Note how many lines of the material that follows include the string "matrix", and state only that number.

☆ ☆ ☆ ☆ ☆

// The ground truth behind synthetic data: a common centre x0, each client's own model
// x_i* = x0 + minimizerSpread * u_i, and each client's feature mean mu_i (covariate shift).
// Each is drawn from its own derived stream, so a knob changes only what it names: raising the
// spread moves the client models and leaves x0, the features and the noise draws as they were.

import { Rng } from '../base/rng.js';
import type { ProblemKind } from '../problem/objective.js';

/**
 * ||x0||. With features of variance at most 1, the logistic margin a . x0 has standard
 * deviation at most 2: labels are informative yet not separable, so the L2-logistic optimum
 * stays at a moderate norm. Least squares is indifferent to the scale.
 */
export const CENTRE_NORM = 2;

/** Length of x: p for least squares and logistic, classes * p for softmax (row c is x[c*p, c*p+p)). */
export function parameterDimension(
  kind: ProblemKind,
  featureCount: number,
  classCount: number,
): number {
  return kind === 'softmax' ? classCount * featureCount : featureCount;
}

function standardNormalVector(rng: Rng, length: number): Float64Array {
  const v = new Float64Array(length);
  for (let j = 0; j < length; j++) v[j] = rng.normal();
  return v;
}

/** x0: a seeded direction, uniform on the sphere (a normalized Gaussian), of norm CENTRE_NORM. */
export function syntheticCentre(seed: number, dim: number): Float64Array {
  const x0 = standardNormalVector(Rng.derive(seed, 'centre'), dim);
  let squares = 0;
  for (let j = 0; j < dim; j++) squares += x0[j] * x0[j];
  const factor = CENTRE_NORM / Math.sqrt(squares);
  for (let j = 0; j < dim; j++) x0[j] *= factor;
  return x0;
}

/**
 * x_i* = x0 + minimizerSpread * u_i with u_i = g_i / sqrt(dim), g_i standard normal, so that
 * E||u_i||^2 = 1 and E||x_i* - x0|| is about minimizerSpread. A spread of 0 gives x_i* = x0
 * exactly (x0 + 0 * u_i rounds to x0).
 */
export function clientMinimizer(
  seed: number,
  x0: Float64Array,
  minimizerSpread: number,
  clientId: number,
): Float64Array {
  const dim = x0.length;
  const u = standardNormalVector(Rng.derive(seed, 'minimizer', clientId), dim);
  const factor = minimizerSpread / Math.sqrt(dim);
  const model = new Float64Array(dim);
  for (let j = 0; j < dim; j++) model[j] = x0[j] + factor * u[j];
  return model;
}

/**
 * mu_i = covariateShift * g_i with g_i standard normal in R^p: every coordinate of the client's
 * feature mean is shifted by N(0, covariateShift^2), measured in units of the largest feature
 * standard deviation (1).
 */
export function clientFeatureMean(
  seed: number,
  featureCount: number,
  covariateShift: number,
  clientId: number,
): Float64Array {
  const mean = standardNormalVector(Rng.derive(seed, 'covariate-shift', clientId), featureCount);
  for (let j = 0; j < featureCount; j++) mean[j] *= covariateShift;
  return mean;
}
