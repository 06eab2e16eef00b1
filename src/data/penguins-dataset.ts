// Palmer Archipelago penguins from the npm package vega-datasets (3.2.1, BSD-3-Clause), file
// data/penguins.json: 344 penguins of three species on three islands. The package names its
// sources as Palmer Station Antarctica LTER (collected by Dr. Kristen Gorman) and Allison
// Horst's palmerpenguins repository (CC0 1.0 Universal).
//
// Features: beak length (mm), beak depth (mm), flipper length (mm), body mass (g); the intercept
// is appended after scaling. Sex is not a feature (it is missing for more penguins than the
// measurements are). Target: species (softmax; Adelie, Chinstrap, Gentoo in sorted order).
// Natural key: island. A row missing a measurement is counted and dropped (two in 3.2.1).

import { z } from 'zod';
import { DataError } from './data-error.js';
import { classIndices, TableRows, type DatasetTable } from './dataset-table.js';
import { readVegaRecords } from './vega-file.js';

export const PENGUINS_FILE = 'penguins.json';

export const PENGUIN_MEASUREMENTS = [
  'Beak Length (mm)',
  'Beak Depth (mm)',
  'Flipper Length (mm)',
  'Body Mass (g)',
] as const;

const penguinRecord = z.object({
  Species: z.string(),
  Island: z.string().nullable(),
  'Beak Length (mm)': z.number().nullable(),
  'Beak Depth (mm)': z.number().nullable(),
  'Flipper Length (mm)': z.number().nullable(),
  'Body Mass (g)': z.number().nullable(),
});

export function loadPenguinsTable(): DatasetTable {
  const records = readVegaRecords(PENGUINS_FILE, penguinRecord);
  const { classNames, labelOf } = classIndices(records.map((r) => r.Species));
  if (classNames.length !== 3)
    throw new DataError('E_DATASET', `penguins: ${classNames.length} species, expected 3`);
  const rows = new TableRows('penguins', PENGUIN_MEASUREMENTS.length, ['island']);
  for (const record of records) {
    rows.add(
      PENGUIN_MEASUREMENTS.map((column) => record[column]),
      labelOf.get(record.Species),
      { island: record.Island },
    );
  }
  return rows.finish({
    target: 'species',
    featureNames: [...PENGUIN_MEASUREMENTS],
    classNames,
    intercept: true,
  });
}
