// Synthetic samples: features a ~ N(mu, Sigma) with Sigma = diag(lambda) (covariance.ts), and
// targets drawn from a model x:
//   least squares  b = a . x + noise * N(0, 1)
//   logistic       b ~ Bernoulli(sigmoid(a . x)),            b in {0, 1}
//   softmax        b ~ Categorical(softmax(W a)),            b in {0, ..., classes - 1},
//                  W the classes x p matrix whose row c is x[c*p, c*p+p).
// Features and targets come from two separate streams, so the features of a client are the same
// whatever the problem kind or noise level; only the targets change with them.
//
// With minimizerSpread = 0, noise = 0 and regularization 0, every least-squares client's
// targets are exactly a . x0, so x0 minimizes every f_i, and it is the unique minimizer as soon
// as n_i >= p (the sample Gram matrix of Gaussian features then has full rank with probability
// one): a common minimizer, where every client gradient vanishes at x0, so x0 is a fixed point
// of local steps as well as the global optimum.

import type { ProblemKind } from '../problem/objective.js';
import { DataError } from './data-error.js';
import type { Rng } from '../base/rng.js';

/** The models that label synthetic samples; a perceptron learns from softmax-labelled data. */
export type SampleKind = Exclude<ProblemKind, 'perceptron'>;

export interface SampleModel {
  kind: SampleKind;
  featureCount: number;
  /** softmax: number of classes (ignored otherwise) */
  classCount: number;
  /** sqrt(lambda_j) per feature */
  featureScales: Float64Array;
  /** mu: the feature mean (length featureCount) */
  featureMean: Float64Array;
  /** x: the model that labels the samples (length featureCount, or classes * featureCount) */
  model: Float64Array;
  /** least squares: standard deviation of the target noise */
  noise: number;
}

export interface Samples {
  sampleCount: number;
  featureCount: number;
  /** sampleCount x featureCount, row-major */
  features: Float64Array;
  targets: Float64Array;
}

function checkModel(spec: SampleModel): void {
  const p = spec.featureCount;
  const dim = spec.kind === 'softmax' ? spec.classCount * p : p;
  if (
    spec.featureScales.length !== p ||
    spec.featureMean.length !== p ||
    spec.model.length !== dim
  ) {
    throw new DataError(
      'E_DATA_SPEC',
      `sample model dimensions disagree: ${spec.featureScales.length} scales, ${spec.featureMean.length} means and a model of ${spec.model.length} for p = ${p} (expected ${dim})`,
    );
  }
  if (spec.kind === 'softmax' && !(Number.isInteger(spec.classCount) && spec.classCount >= 2)) {
    throw new DataError(
      'E_DATA_SPEC',
      `problem.classes must be an integer of at least 2, got ${spec.classCount}`,
      'problem.classes',
    );
  }
}

/** sampleCount draws of a ~ N(mu, diag(scales^2)), row-major. */
function drawFeatures(
  rng: Rng,
  sampleCount: number,
  scales: Float64Array,
  mean: Float64Array,
): Float64Array {
  const p = scales.length;
  const features = new Float64Array(sampleCount * p);
  for (let s = 0; s < sampleCount; s++) {
    const row = s * p;
    for (let j = 0; j < p; j++) features[row + j] = mean[j] + scales[j] * rng.normal();
  }
  return features;
}

/** a_s . x over row s of the row-major features, summed in the order of kernels.dot. */
function rowDot(features: Float64Array, row: number, model: Float64Array): number {
  let sum = 0;
  for (let j = 0; j < model.length; j++) sum += features[row + j] * model[j];
  return sum;
}

function leastSquaresTargets(
  rng: Rng,
  features: Float64Array,
  sampleCount: number,
  model: Float64Array,
  noise: number,
): Float64Array {
  const p = model.length;
  const targets = new Float64Array(sampleCount);
  // One noise draw per sample even when noise = 0, so the stream does not depend on the level.
  for (let s = 0; s < sampleCount; s++)
    targets[s] = rowDot(features, s * p, model) + noise * rng.normal();
  return targets;
}

/** sigmoid(z) without overflow for either sign of z. */
function sigmoid(z: number): number {
  if (z >= 0) return 1 / (1 + Math.exp(-z));
  const e = Math.exp(z);
  return e / (1 + e);
}

function logisticLabels(
  rng: Rng,
  features: Float64Array,
  sampleCount: number,
  model: Float64Array,
): Float64Array {
  const p = model.length;
  const labels = new Float64Array(sampleCount);
  for (let s = 0; s < sampleCount; s++) {
    const probability = sigmoid(rowDot(features, s * p, model));
    labels[s] = rng.nextFloat() < probability ? 1 : 0;
  }
  return labels;
}

function softmaxLabels(
  rng: Rng,
  features: Float64Array,
  sampleCount: number,
  model: Float64Array,
  classCount: number,
): Float64Array {
  const p = model.length / classCount;
  const labels = new Float64Array(sampleCount);
  const weights = new Float64Array(classCount);
  for (let s = 0; s < sampleCount; s++) {
    const row = s * p;
    let largest = -Infinity;
    for (let c = 0; c < classCount; c++) {
      let logit = 0;
      for (let j = 0; j < p; j++) logit += model[c * p + j] * features[row + j];
      weights[c] = logit;
      if (logit > largest) largest = logit;
    }
    // Shift by the largest logit so exp never overflows; the draw scales u by the total
    // instead of normalizing every weight.
    let total = 0;
    for (let c = 0; c < classCount; c++) {
      weights[c] = Math.exp(weights[c] - largest);
      total += weights[c];
    }
    const u = rng.nextFloat() * total;
    let label = classCount - 1;
    let cumulative = 0;
    for (let c = 0; c < classCount; c++) {
      cumulative += weights[c];
      if (u < cumulative) {
        label = c;
        break;
      }
    }
    labels[s] = label;
  }
  return labels;
}

/** Targets for given features under the model (labels for logistic and softmax). */
function drawTargets(
  rng: Rng,
  spec: SampleModel,
  features: Float64Array,
  sampleCount: number,
): Float64Array {
  switch (spec.kind) {
    case 'least-squares':
      return leastSquaresTargets(rng, features, sampleCount, spec.model, spec.noise);
    case 'logistic':
      return logisticLabels(rng, features, sampleCount, spec.model);
    case 'softmax':
      return softmaxLabels(rng, features, sampleCount, spec.model, spec.classCount);
  }
}

/** sampleCount samples of the model, features from featureRng and targets from targetRng. */
export function drawSamples(
  featureRng: Rng,
  targetRng: Rng,
  spec: SampleModel,
  sampleCount: number,
): Samples {
  checkModel(spec);
  if (!Number.isInteger(sampleCount) || sampleCount < 1) {
    throw new DataError(
      'E_DATA_SPEC',
      `a synthetic client needs at least one sample, got ${sampleCount}`,
      'data.samplesPerClient',
    );
  }
  const features = drawFeatures(featureRng, sampleCount, spec.featureScales, spec.featureMean);
  const targets = drawTargets(targetRng, spec, features, sampleCount);
  return { sampleCount, featureCount: spec.featureCount, features, targets };
}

☆ ☆ ☆ ☆ ☆

*RESULT OF THIS EXERCISE*. 2